Exercise brief:
Retyping all the entries exactly is the whole task.

· · · ·

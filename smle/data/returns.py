"""Log returns from prices, in percent by default."""

from __future__ import annotations

import numpy as np
import pandas as pd

from smle.data import units
from smle.errors import SmleInputError, describe


def log_returns(prices, unit: str = "percent"):
    """Log returns ``scale * (ln p_t - ln p_{t-1})`` of a price series.

    Args:
      prices: positive prices, a 1-d array or a Series (in time order).
      unit: ``"percent"`` (default; scale 100) or ``"decimal"`` (scale 1).

    Returns:
      For an array, an array one shorter. For a Series, a Series named ``return_pct`` (or
      ``return_dec``) on the index from the second price on, with ``attrs["return_unit"]``.
    """
    scale = units.scale(unit)
    try:
        values = np.asarray(prices, dtype=float)
    except (TypeError, ValueError):
        raise SmleInputError(f"prices={describe(prices)} is not accepted; give positive numbers "
                             f"(a 1-d array or a Series)") from None
    if values.ndim != 1:
        raise SmleInputError(f"prices must be one-dimensional; got shape {values.shape}")
    bad = np.flatnonzero(~(np.isfinite(values) & (values > 0)))
    if len(bad):
        where = bad[0]
        label = f"; label {prices.index[where]}" if isinstance(prices, pd.Series) else ""
        raise SmleInputError(
            f"prices row {where} (0-based{label}): {values[where]!r}; rule broken: prices must "
            f"be finite and positive ({len(bad)} such row(s))")
    result = scale * np.diff(np.log(values))
    if isinstance(prices, pd.Series):
        series = pd.Series(result, index=prices.index[1:], name=units.return_name("return", unit))
        series.attrs["return_unit"] = units.describe_units(unit)["return_unit"]
        return series
    return result
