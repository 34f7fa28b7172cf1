"""Storing the aligned daily table: :func:`write_daily` writes it (CSV or Parquet, with its
``attrs`` in a JSON file beside it) and :func:`read_daily_table` reads it back, checked."""

from __future__ import annotations

import json
import os
from pathlib import Path

import numpy as np
import pandas as pd

from smle.data import checks, readers, tables, timestamps
from smle.data.checks import Repair
from smle.errors import SmleInputError, describe


def write_daily(table: pd.DataFrame, path, *, metadata: bool = True) -> Path:
    """Write a daily table as CSV (``date`` first), and its ``attrs`` beside it as JSON.

    Args:
      table: a table from :func:`prepare_daily` or :func:`prepare_from_daily`.
      path: the CSV file to write.
      metadata: also write ``<path>.meta.json`` with units, settings and repairs.

    Returns:
      The path of the CSV file.
    """
    path = writable(path, "path")
    table.to_csv(path, index=True, index_label="date", date_format="%Y-%m-%d",
                 float_format="%.10g")
    if metadata:
        attrs = dict(table.attrs)
        attrs["repairs"] = [repair._asdict() for repair in attrs.get("repairs", [])]
        attrs["columns"] = list(table.columns)
        with open(_metadata_path(path), "w", encoding="utf-8") as handle:
            json.dump(attrs, handle, indent=2, default=str)
    return path


def writable(path, argument: str) -> Path:
    """A path a CSV can be written to, or a clear error."""
    if not isinstance(path, (str, os.PathLike)):
        raise SmleInputError(f"{argument}={describe(path)} is not accepted; give a file path")
    path = Path(path)
    if path.is_dir():
        raise SmleInputError(f"{argument}={str(path)!r} is a directory; give a file path such "
                             f"as {str(path / 'daily.csv')!r}")
    if path.parent.exists() and not path.parent.is_dir():
        raise SmleInputError(f"{argument}={str(path)!r}: {str(path.parent)!r} is a file, not a folder; give a "
                             "path in an existing folder")
    if not path.parent.is_dir():
        raise SmleInputError(f"{argument}={str(path)!r}: the folder {str(path.parent)!r} does "
                             f"not exist; create it first")
    return path


def read_daily_table(path) -> pd.DataFrame:
    """Read a table written by :func:`write_daily` (with its ``attrs`` when the JSON is there).

    The file must have a ``date`` column of readable dates, oldest first without repeats, and
    numbers in every other column; anything else is an error naming the row.
    """
    path = Path(path)
    if not path.exists():
        raise SmleInputError(f"path={str(path)!r}: no such file")
    frame, name = tables.load_table(path)
    if "date" not in frame.columns:
        raise SmleInputError(
            f"path={str(path)!r} has no 'date' column (columns {list(frame.columns)}); "
            f"accepted: a daily table written by write_daily or smle prepare")
    checker = checks.RowChecker("raise", name, "date")
    frame = frame.copy()
    frame[checks.POSITION] = np.arange(len(frame))
    raw = frame.pop("date")
    keys = pd.DatetimeIndex(timestamps.wall_clock(raw), name="date").as_unit("ns")
    frame = frame.set_axis(keys)
    frame, keys = checks.check_missing_key(frame, keys, checker, raw.set_axis(keys))
    data_columns = [column for column in frame.columns if column != checks.POSITION]
    frame = readers._as_numbers(frame, data_columns, checker)
    frame = checks.check_order(frame, checker)
    table = frame[data_columns]
    meta = _metadata_path(path)
    if meta.exists():
        try:
            with open(meta, encoding="utf-8") as handle:
                attrs = json.load(handle)
            attrs.pop("columns", None)
            attrs["repairs"] = [Repair(**repair) for repair in attrs.get("repairs", [])]
        except (OSError, ValueError, TypeError, AttributeError) as error:
            raise SmleInputError(
                f"{meta.name} beside path={str(path)!r} is not the JSON that write_daily "
                f"writes ({type(error).__name__}: {error}); delete it or write the table "
                f"again") from None
        table.attrs.update(attrs)
    return table


def _metadata_path(path: Path) -> Path:
    return path.with_name(path.name + ".meta.json")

· · · ·

Task result:
filename smle/data/returns.py
"""Log returns from prices, in percent by default."""

from __future__ import annotations

import numpy as np
import pandas as pd

from smle.data import units
from smle.errors import SmleInputError, describe


def log_returns(prices, unit: str = "percent"):
    """Log returns ``scale * (ln p_t - ln p_{t-1})`` of a price series.

    Args:
      prices: positive prices, a 1-d array or a Series (in time order).
      unit: ``"percent"`` (default; scale 100) or ``"decimal"`` (scale 1).

    Returns:
      For an array, an array one shorter. For a Series, a Series named ``return_pct`` (or
      ``return_dec``) on the index from the second price on, with ``attrs["return_unit"]``.
    """
    scale = units.scale(unit)
    try:
        values = np.asarray(prices, dtype=float)
    except (TypeError, ValueError):
        raise SmleInputError(f"prices={describe(prices)} is not accepted; give positive numbers "
                             f"(a 1-d array or a Series)") from None
    if values.ndim != 1:
        raise SmleInputError(f"prices must be one-dimensional; got shape {values.shape}")
    bad = np.flatnonzero(~(np.isfinite(values) & (values > 0)))
    if len(bad):
        where = bad[0]
        label = f"; label {prices.index[where]}" if isinstance(prices, pd.Series) else ""
        raise SmleInputError(
            f"prices row {where} (0-based{label}): {values[where]!r}; rule broken: prices must "
            f"be finite and positive ({len(bad)} such row(s))")
    result = scale * np.diff(np.log(values))
    if isinstance(prices, pd.Series):
        series = pd.Series(result, index=prices.index[1:], name=units.return_name("return", unit))
        series.attrs["return_unit"] = units.describe_units(unit)["return_unit"]
        return series
    return result
repository 34f7fa28b7172cf1
"""Storing the aligned daily table: :func:`write_daily` writes it (CSV or Parquet, with its
``attrs`` in a JSON file beside it) and :func:`read_daily_table` reads it back, checked."""

from __future__ import annotations

import json
import os
from pathlib import Path

import numpy as np
import pandas as pd

from smle.data import checks, readers, tables, timestamps
from smle.data.checks import Repair
from smle.errors import SmleInputError, describe


def write_daily(table: pd.DataFrame, path, *, metadata: bool = True) -> Path:
    """Write a daily table as CSV (``date`` first), and its ``attrs`` beside it as JSON.

    Args:
      table: a table from :func:`prepare_daily` or :func:`prepare_from_daily`.
      path: the CSV file to write.
      metadata: also write ``<path>.meta.json`` with units, settings and repairs.

    Returns:
      The path of the CSV file.
    """
    path = writable(path, "path")
    table.to_csv(path, index=True, index_label="date", date_format="%Y-%m-%d",
                 float_format="%.10g")
    if metadata:
        attrs = dict(table.attrs)
        attrs["repairs"] = [repair._asdict() for repair in attrs.get("repairs", [])]
        attrs["columns"] = list(table.columns)
        with open(_metadata_path(path), "w", encoding="utf-8") as handle:
            json.dump(attrs, handle, indent=2, default=str)
    return path


def writable(path, argument: str) -> Path:
    """A path a CSV can be written to, or a clear error."""
    if not isinstance(path, (str, os.PathLike)):
        raise SmleInputError(f"{argument}={describe(path)} is not accepted; give a file path")
    path = Path(path)
    if path.is_dir():
        raise SmleInputError(f"{argument}={str(path)!r} is a directory; give a file path such "
                             f"as {str(path / 'daily.csv')!r}")
    if path.parent.exists() and not path.parent.is_dir():
        raise SmleInputError(f"{argument}={str(path)!r}: {str(path.parent)!r} is a file, not a folder; give a "
                             "path in an existing folder")
    if not path.parent.is_dir():
        raise SmleInputError(f"{argument}={str(path)!r}: the folder {str(path.parent)!r} does "
                             f"not exist; create it first")
    return path


def read_daily_table(path) -> pd.DataFrame:
    """Read a table written by :func:`write_daily` (with its ``attrs`` when the JSON is there).

    The file must have a ``date`` column of readable dates, oldest first without repeats, and
    numbers in every other column; anything else is an error naming the row.
    """
    path = Path(path)
    if not path.exists():
        raise SmleInputError(f"path={str(path)!r}: no such file")
    frame, name = tables.load_table(path)
    if "date" not in frame.columns:
        raise SmleInputError(
            f"path={str(path)!r} has no 'date' column (columns {list(frame.columns)}); "
            f"accepted: a daily table written by write_daily or smle prepare")
    checker = checks.RowChecker("raise", name, "date")
    frame = frame.copy()
    frame[checks.POSITION] = np.arange(len(frame))
    raw = frame.pop("date")
    keys = pd.DatetimeIndex(timestamps.wall_clock(raw), name="date").as_unit("ns")
    frame = frame.set_axis(keys)
    frame, keys = checks.check_missing_key(frame, keys, checker, raw.set_axis(keys))
    data_columns = [column for column in frame.columns if column != checks.POSITION]
    frame = readers._as_numbers(frame, data_columns, checker)
    frame = checks.check_order(frame, checker)
    table = frame[data_columns]
    meta = _metadata_path(path)
    if meta.exists():
        try:
            with open(meta, encoding="utf-8") as handle:
                attrs = json.load(handle)
            attrs.pop("columns", None)
            attrs["repairs"] = [Repair(**repair) for repair in attrs.get("repairs", [])]
        except (OSError, ValueError, TypeError, AttributeError) as error:
            raise SmleInputError(
                f"{meta.name} beside path={str(path)!r} is not the JSON that write_daily "
                f"writes ({type(error).__name__}: {error}); delete it or write the table "
                f"again") from None
        table.attrs.update(attrs)
    return table


def _metadata_path(path: Path) -> Path:
    return path.with_name(path.name + ".meta.json")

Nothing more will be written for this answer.